(Provided data Opens)
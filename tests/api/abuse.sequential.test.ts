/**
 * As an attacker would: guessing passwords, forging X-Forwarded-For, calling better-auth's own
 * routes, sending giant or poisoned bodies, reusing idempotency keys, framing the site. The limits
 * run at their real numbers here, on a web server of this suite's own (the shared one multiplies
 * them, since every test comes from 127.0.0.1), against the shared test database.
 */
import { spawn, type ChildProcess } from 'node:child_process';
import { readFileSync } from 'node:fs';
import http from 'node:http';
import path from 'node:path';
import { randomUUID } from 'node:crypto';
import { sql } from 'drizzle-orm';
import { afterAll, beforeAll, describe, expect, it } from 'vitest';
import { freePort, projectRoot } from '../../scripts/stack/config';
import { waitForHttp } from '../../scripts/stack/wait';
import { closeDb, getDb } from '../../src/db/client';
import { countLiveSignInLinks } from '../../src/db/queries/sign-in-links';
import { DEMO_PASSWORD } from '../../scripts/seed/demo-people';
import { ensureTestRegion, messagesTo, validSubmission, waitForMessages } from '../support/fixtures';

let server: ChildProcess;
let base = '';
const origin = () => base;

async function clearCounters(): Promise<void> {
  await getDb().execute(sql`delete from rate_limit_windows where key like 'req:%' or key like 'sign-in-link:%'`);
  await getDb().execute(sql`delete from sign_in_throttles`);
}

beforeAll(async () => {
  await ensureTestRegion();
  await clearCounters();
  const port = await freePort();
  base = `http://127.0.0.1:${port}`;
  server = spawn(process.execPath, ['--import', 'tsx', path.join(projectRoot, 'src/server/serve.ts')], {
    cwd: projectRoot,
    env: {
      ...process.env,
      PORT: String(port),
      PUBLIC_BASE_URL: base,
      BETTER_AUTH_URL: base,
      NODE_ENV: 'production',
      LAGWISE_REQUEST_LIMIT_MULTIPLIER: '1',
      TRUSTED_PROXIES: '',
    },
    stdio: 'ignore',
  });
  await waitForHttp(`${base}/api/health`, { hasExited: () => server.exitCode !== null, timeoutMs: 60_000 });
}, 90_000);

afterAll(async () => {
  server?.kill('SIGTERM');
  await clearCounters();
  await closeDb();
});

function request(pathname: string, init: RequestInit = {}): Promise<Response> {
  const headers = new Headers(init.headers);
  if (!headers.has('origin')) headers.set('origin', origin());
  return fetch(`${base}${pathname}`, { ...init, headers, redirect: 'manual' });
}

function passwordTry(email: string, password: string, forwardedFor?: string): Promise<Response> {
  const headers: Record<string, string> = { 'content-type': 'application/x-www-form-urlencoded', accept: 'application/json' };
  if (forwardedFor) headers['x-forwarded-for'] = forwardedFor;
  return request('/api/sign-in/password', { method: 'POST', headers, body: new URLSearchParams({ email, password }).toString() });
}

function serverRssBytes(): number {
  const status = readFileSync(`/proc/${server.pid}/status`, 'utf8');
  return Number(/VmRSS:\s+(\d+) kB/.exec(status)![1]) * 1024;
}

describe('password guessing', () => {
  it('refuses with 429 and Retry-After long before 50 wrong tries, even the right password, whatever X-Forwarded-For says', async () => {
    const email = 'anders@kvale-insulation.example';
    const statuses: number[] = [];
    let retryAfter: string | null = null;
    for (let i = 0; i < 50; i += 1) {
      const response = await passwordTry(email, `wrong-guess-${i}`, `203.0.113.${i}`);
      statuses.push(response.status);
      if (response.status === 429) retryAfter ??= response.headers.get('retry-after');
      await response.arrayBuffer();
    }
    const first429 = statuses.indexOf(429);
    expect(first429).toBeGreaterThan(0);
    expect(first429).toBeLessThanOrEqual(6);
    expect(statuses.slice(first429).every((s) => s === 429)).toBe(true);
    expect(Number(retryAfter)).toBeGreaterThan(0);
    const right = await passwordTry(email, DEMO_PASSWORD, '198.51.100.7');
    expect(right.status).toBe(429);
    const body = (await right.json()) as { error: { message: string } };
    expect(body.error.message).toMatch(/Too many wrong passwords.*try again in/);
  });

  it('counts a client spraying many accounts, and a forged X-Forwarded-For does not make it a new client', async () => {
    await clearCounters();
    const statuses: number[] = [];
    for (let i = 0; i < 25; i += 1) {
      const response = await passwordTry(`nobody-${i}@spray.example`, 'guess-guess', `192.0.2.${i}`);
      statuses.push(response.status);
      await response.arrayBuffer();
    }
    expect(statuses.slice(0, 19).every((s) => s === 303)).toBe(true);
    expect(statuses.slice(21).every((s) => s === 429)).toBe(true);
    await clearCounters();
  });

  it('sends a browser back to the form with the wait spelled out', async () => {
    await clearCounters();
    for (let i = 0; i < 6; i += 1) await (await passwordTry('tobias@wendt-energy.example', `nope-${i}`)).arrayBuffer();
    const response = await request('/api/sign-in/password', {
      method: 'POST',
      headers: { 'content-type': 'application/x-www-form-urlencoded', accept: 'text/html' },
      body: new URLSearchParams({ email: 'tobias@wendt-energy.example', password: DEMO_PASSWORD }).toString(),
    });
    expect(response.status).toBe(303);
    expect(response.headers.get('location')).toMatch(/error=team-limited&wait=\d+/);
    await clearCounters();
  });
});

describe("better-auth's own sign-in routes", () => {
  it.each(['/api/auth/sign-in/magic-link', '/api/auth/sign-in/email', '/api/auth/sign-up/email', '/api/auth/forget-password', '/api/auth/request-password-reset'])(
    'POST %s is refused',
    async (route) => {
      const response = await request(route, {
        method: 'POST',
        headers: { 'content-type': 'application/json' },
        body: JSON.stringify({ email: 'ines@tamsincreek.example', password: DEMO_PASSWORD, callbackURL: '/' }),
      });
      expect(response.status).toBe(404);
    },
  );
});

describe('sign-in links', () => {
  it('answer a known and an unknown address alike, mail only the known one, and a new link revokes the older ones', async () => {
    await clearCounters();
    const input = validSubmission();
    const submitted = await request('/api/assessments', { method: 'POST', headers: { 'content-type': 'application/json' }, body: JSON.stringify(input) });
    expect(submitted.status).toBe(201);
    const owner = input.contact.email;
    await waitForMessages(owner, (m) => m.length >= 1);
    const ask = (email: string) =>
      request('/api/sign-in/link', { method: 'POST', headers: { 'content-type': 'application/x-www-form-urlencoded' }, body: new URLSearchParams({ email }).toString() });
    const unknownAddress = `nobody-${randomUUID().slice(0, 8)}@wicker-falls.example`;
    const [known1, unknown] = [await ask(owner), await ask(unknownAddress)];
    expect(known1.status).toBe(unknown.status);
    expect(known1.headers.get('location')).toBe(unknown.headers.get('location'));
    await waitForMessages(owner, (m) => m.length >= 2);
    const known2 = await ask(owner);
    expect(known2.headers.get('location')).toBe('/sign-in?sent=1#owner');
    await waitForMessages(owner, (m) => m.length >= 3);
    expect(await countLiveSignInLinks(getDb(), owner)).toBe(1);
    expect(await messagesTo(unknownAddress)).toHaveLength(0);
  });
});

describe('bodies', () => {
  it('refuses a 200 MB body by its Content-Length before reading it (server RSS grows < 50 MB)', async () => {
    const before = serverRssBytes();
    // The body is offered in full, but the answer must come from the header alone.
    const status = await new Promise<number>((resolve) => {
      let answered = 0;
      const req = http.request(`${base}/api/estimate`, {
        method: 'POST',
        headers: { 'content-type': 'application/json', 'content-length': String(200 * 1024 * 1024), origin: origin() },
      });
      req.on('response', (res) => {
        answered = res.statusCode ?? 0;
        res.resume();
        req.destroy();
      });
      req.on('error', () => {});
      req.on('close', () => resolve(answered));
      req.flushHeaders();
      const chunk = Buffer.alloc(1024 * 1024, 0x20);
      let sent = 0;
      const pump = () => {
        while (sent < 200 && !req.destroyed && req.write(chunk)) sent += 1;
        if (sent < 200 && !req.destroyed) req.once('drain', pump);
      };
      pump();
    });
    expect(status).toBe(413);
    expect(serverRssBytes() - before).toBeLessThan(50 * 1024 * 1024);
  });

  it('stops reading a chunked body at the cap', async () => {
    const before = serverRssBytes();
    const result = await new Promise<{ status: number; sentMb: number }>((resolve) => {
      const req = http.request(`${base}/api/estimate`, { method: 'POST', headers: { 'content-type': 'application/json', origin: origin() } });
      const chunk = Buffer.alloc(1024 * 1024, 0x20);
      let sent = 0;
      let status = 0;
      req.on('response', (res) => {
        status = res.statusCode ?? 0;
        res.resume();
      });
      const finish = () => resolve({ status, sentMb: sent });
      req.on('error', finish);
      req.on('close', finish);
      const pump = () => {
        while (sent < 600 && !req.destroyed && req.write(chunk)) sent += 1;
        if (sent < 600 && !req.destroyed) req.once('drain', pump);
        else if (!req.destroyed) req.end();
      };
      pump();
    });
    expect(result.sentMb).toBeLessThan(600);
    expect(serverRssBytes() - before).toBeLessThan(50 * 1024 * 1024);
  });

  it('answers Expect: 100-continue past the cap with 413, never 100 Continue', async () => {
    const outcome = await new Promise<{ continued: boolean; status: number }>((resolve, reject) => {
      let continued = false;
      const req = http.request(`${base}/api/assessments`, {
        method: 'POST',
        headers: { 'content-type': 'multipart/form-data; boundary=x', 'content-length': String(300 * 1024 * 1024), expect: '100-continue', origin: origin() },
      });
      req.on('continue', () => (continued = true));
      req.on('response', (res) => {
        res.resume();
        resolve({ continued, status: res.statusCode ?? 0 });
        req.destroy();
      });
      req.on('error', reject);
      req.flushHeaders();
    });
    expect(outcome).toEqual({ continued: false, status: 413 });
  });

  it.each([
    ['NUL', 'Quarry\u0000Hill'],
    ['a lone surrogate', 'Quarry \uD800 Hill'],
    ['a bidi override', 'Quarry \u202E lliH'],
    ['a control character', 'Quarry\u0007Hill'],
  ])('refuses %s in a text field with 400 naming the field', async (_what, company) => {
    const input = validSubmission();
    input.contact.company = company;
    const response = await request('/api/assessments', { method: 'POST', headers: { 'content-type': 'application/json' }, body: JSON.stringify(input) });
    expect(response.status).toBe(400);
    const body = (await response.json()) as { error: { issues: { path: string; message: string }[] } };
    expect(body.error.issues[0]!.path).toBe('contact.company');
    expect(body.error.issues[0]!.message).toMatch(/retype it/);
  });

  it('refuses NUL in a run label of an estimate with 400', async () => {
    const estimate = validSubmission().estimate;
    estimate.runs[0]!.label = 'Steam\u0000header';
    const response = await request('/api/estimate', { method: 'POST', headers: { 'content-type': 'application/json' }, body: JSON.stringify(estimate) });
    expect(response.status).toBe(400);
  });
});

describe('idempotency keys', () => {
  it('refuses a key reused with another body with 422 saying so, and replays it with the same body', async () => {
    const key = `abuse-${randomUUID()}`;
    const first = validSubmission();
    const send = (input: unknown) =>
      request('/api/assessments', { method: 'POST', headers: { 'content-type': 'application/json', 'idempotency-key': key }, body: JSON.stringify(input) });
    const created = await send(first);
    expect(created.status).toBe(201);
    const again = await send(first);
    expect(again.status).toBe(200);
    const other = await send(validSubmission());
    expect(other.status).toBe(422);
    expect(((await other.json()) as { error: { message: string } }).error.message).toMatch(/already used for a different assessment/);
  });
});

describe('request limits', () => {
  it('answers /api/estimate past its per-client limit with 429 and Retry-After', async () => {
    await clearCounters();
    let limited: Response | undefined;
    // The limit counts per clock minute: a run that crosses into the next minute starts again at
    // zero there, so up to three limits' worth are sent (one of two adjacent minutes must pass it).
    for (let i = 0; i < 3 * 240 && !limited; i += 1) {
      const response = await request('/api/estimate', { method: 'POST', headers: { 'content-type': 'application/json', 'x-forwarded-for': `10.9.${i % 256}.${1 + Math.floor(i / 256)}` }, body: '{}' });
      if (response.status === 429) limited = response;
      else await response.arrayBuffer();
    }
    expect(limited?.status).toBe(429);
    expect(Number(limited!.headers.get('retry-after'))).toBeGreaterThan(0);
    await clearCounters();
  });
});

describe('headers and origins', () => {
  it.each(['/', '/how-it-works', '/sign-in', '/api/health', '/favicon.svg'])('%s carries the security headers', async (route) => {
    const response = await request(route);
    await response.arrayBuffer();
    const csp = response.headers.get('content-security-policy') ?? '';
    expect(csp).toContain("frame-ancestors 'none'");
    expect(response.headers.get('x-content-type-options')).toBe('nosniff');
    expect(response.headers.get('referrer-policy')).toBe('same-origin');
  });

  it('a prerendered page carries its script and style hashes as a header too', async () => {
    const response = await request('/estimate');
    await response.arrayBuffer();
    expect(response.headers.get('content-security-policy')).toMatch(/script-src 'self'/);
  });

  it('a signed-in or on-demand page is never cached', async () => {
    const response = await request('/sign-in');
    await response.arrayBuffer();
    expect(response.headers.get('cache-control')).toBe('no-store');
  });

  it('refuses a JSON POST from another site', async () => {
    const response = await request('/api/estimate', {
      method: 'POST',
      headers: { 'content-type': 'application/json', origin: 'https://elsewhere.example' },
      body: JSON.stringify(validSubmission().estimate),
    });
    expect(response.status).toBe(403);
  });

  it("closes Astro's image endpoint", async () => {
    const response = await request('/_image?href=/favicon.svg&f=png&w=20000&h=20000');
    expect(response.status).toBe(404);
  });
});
(Provided data Closes)
Activity: Return the lines of the listing above exactly as they appear, starting with the first and stopping after the line that holds "await ensureTestRegion();".

Answer space:
filename tests/api/abuse.sequential.test.ts
/**
 * As an attacker would: guessing passwords, forging X-Forwarded-For, calling better-auth's own
 * routes, sending giant or poisoned bodies, reusing idempotency keys, framing the site. The limits
 * run at their real numbers here, on a web server of this suite's own (the shared one multiplies
 * them, since every test comes from 127.0.0.1), against the shared test database.
 */
import { spawn, type ChildProcess } from 'node:child_process';
import { readFileSync } from 'node:fs';
import http from 'node:http';
import path from 'node:path';
import { randomUUID } from 'node:crypto';
import { sql } from 'drizzle-orm';
import { afterAll, beforeAll, describe, expect, it } from 'vitest';
import { freePort, projectRoot } from '../../scripts/stack/config';
import { waitForHttp } from '../../scripts/stack/wait';
import { closeDb, getDb } from '../../src/db/client';
import { countLiveSignInLinks } from '../../src/db/queries/sign-in-links';
import { DEMO_PASSWORD } from '../../scripts/seed/demo-people';
import { ensureTestRegion, messagesTo, validSubmission, waitForMessages } from '../support/fixtures';

let server: ChildProcess;
let base = '';
const origin = () => base;

async function clearCounters(): Promise<void> {
  await getDb().execute(sql`delete from rate_limit_windows where key like 'req:%' or key like 'sign-in-link:%'`);
  await getDb().execute(sql`delete from sign_in_throttles`);
}

beforeAll(async () => {
  await ensureTestRegion();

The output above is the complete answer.